What is needed :: State how many lines in the records below contain the string "json", and give nothing besides that number.

Record set ::
/**
 * HTML for recorded or fresh cell outputs as a practitioner writes them: values with typeset units and four
 * significant digits, estimate tables rounded row by row to their standard error (number-text.ts in
 * @conebook/document), a parameter the data do not constrain said in words, numbered and titled tables and
 * figures (charts drawn beforehand as SVG) with captions. Every piece of text from the document or the
 * outputs is escaped; each shown number carries its full-precision value in a tooltip.
 */
import {
  estimateColumns,
  formatAtPlace,
  formatPlain,
  typesetUnit,
  uncertaintyPlace,
  unconstrainedReason,
  rowUncertainty,
  isDimensionless,
} from "@conebook/document";
import type { CellOutput } from "@conebook/document";
import { escapeHtml } from "./escape.js";

/** A chart drawn beforehand: its SVG markup and caption, or the reason it could not be drawn. */
export type ChartPicture = { svg: string; caption?: string } | { problem: string };

type Table = Extract<CellOutput, { type: "table" }>;
type Value = number | string | null;

/** Numbering of figures and tables across one report. */
export class Numbering {
  figures: { n: number; caption: string; anchor: string }[] = [];
  tables: { n: number; caption: string; anchor: string }[] = [];

  figure(caption: string): { n: number; anchor: string } {
    const n = this.figures.length + 1;
    const anchor = `figure-${n}`;
    this.figures.push({ n, caption, anchor });
    return { n, anchor };
  }

  table(caption: string, prefix = ""): { n: number; label: string; anchor: string } {
    const n = this.tables.length + 1;
    const anchor = `table-${n}`;
    this.tables.push({ n, caption, anchor });
    return { n, label: `${prefix}${n}`, anchor };
  }
}

/** A number as shown, with its full value as a tooltip. */
export function numberHtml(shown: string, full: number): string {
  return `<span class="number" title="${escapeHtml(String(full))}">${escapeHtml(shown)}</span>`;
}

function plainCell(v: Value): string {
  if (typeof v === "number") return numberHtml(formatPlain(v), v);
  return v === null ? "" : escapeHtml(v);
}

function exactCell(v: Value): string {
  // 12 significant digits: every digit a logger records, without the last-bit noise of a computed difference.
  if (typeof v === "number") return numberHtml(String(Number(v.toPrecision(12))).replace("-", "−"), v);
  return v === null ? "" : escapeHtml(v);
}

/** The column heading with its unit in parentheses (no unit for a dimensionless quantity). */
function headingHtml(c: Table["columns"][number]): string {
  const unit = typesetUnit(c.unit);
  return `${escapeHtml(c.name)}${unit ? ` <span class="unit">(${escapeHtml(unit)})</span>` : ""}`;
}

/** Rows of an estimate table: each number rounded at the row's uncertainty; unconstrained rows said in words. */
function estimateRowsHtml(t: Table, roles: NonNullable<ReturnType<typeof estimateColumns>>, shown: number[]): string {
  const uncertaintyColumns = [roles.standardError, roles.low, roles.high].filter((c): c is number => c !== undefined);
  return t.rows
    .map((row) => {
      const reason = unconstrainedReason(row, roles);
      const u = rowUncertainty(row, roles);
      const place = reason === undefined && u !== undefined ? uncertaintyPlace(u) : undefined;
      const cells: string[] = [];
      let merged = false;
      for (const c of shown) {
        const v = row[c] ?? null;
        if (reason !== undefined && uncertaintyColumns.includes(c)) {
          if (!merged) {
            const span = shown.filter((x) => uncertaintyColumns.includes(x)).length;
            cells.push(`<td class="words" colspan="${span}">${escapeHtml(reason)}</td>`);
            merged = true;
          }
          continue;
        }
        if (c === roles.unit) {
          cells.push(`<td class="unit">${typeof v === "string" ? (isDimensionless(v) ? "–" : escapeHtml(typesetUnit(v))) : plainCell(v)}</td>`);
        } else if (typeof v === "number" && place !== undefined && (c === roles.estimate || uncertaintyColumns.includes(c))) {
          const shownValue = c === roles.standardError ? formatAtPlace(uncertaintyPlace(v)?.rounded ?? v, place.exponent) : formatAtPlace(v, place.exponent);
          cells.push(`<td class="num">${numberHtml(shownValue, v)}</td>`);
        } else cells.push(`<td${typeof v === "number" ? ' class="num"' : ""}>${plainCell(v)}</td>`);
      }
      return `<tr${reason !== undefined ? ' class="unconstrained"' : ""}>${cells.join("")}</tr>`;
    })
    .join("\n");
}

/**
 * A table with its number and caption. `label` is "3" or "A1". With `exact`, numbers are shown to 12
 * significant digits, trailing zeros dropped (every digit of a recorded reading), as a list of readings should be.
 */
export function tableHtml(t: Table, label: string, anchor: string, caption: string, exact = false): string {
  const roles = estimateColumns(t.columns);
  const shown = t.columns.map((_, i) => i).filter((i) => roles?.note === undefined || i !== roles.note);
  const head = shown.map((i) => `<th>${headingHtml(t.columns[i]!)}</th>`).join("");
  const body = roles
    ? estimateRowsHtml(t, roles, shown)
    : t.rows
        .map((r) => `<tr>${shown.map((i) => `<td${typeof r[i] === "number" ? ' class="num"' : ""}>${exact ? exactCell(r[i] ?? null) : plainCell(r[i] ?? null)}</td>`).join("")}</tr>`)
        .join("\n");
  return (
    `<table id="${anchor}"><caption><span class="label">Table ${escapeHtml(label)}.</span> ${escapeHtml(caption)}</caption>` +
    `<thead><tr>${head}</tr></thead><tbody>\n${body}\n</tbody></table>`
  );
}

/** HTML for one output; tables and charts take the next number from `numbering`. */
export function outputHtml(o: CellOutput, file: string, numbering: Numbering, cellId: string, chart?: ChartPicture): string {
  switch (o.type) {
    case "value": {
      const unit = typesetUnit(o.unit);
      return (
        `<p class="value">${o.label ? `<span class="label">${escapeHtml(o.label)}</span> = ` : ""}` +
        `${numberHtml(formatPlain(o.value), o.value)}${unit ? ` <span class="unit">${escapeHtml(unit)}</span>` : ""}</p>`
      );
    }
    case "text":
      return `<pre class="text">${escapeHtml(o.text)}</pre>`;
    case "table": {
      const caption = o.title ?? `Output of cell ${cellId}`;
      const { label, anchor } = numbering.table(caption);
      return tableHtml(o, label, anchor, caption);
    }
    case "chart": {
      if (chart && "svg" in chart) {
        const caption = chart.caption ?? `Chart of cell ${cellId}`;
        const { n, anchor } = numbering.figure(caption);
        return `<figure class="chart" id="${anchor}">${chart.svg}<figcaption><span class="label">Figure ${n}.</span> ${escapeHtml(caption)}</figcaption></figure>`;
      }
      return `<p class="problem">The chart could not be drawn: ${escapeHtml(chart && "problem" in chart ? chart.problem : "no drawing was made")}</p>`;
    }
    case "json":
      return `<pre class="json">${escapeHtml(JSON.stringify(o.value, null, 2) ?? "null")}</pre>`;
    case "control": {
      const unit = typesetUnit(o.unit);
      const u = unit ? ` ${unit}` : "";
      const range = o.min !== undefined && o.max !== undefined ? `, range ${formatPlain(o.min)} to ${formatPlain(o.max)}${u}` : "";
      return (
        `<p class="control">Adjustable value <span class="label">${escapeHtml(o.name)}</span> = ${numberHtml(formatPlain(o.value) + u, o.value)}` +
        ` (default ${escapeHtml(formatPlain(o.default) + u + range)})${o.description ? `: ${escapeHtml(o.description)}` : ""}</p>`
      );
    }
    case "error": {
      const where = o.line === undefined ? "" : `${file}:${o.line}${o.column === undefined ? "" : `:${o.column}`}: `;
      return `<p class="error">Error: ${escapeHtml(where + o.message)}</p>`;
    }
    case "not-run":
      return `<p class="not-run">Not run: ${escapeHtml(o.reason)}</p>`;
  }
}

Task solution :: 2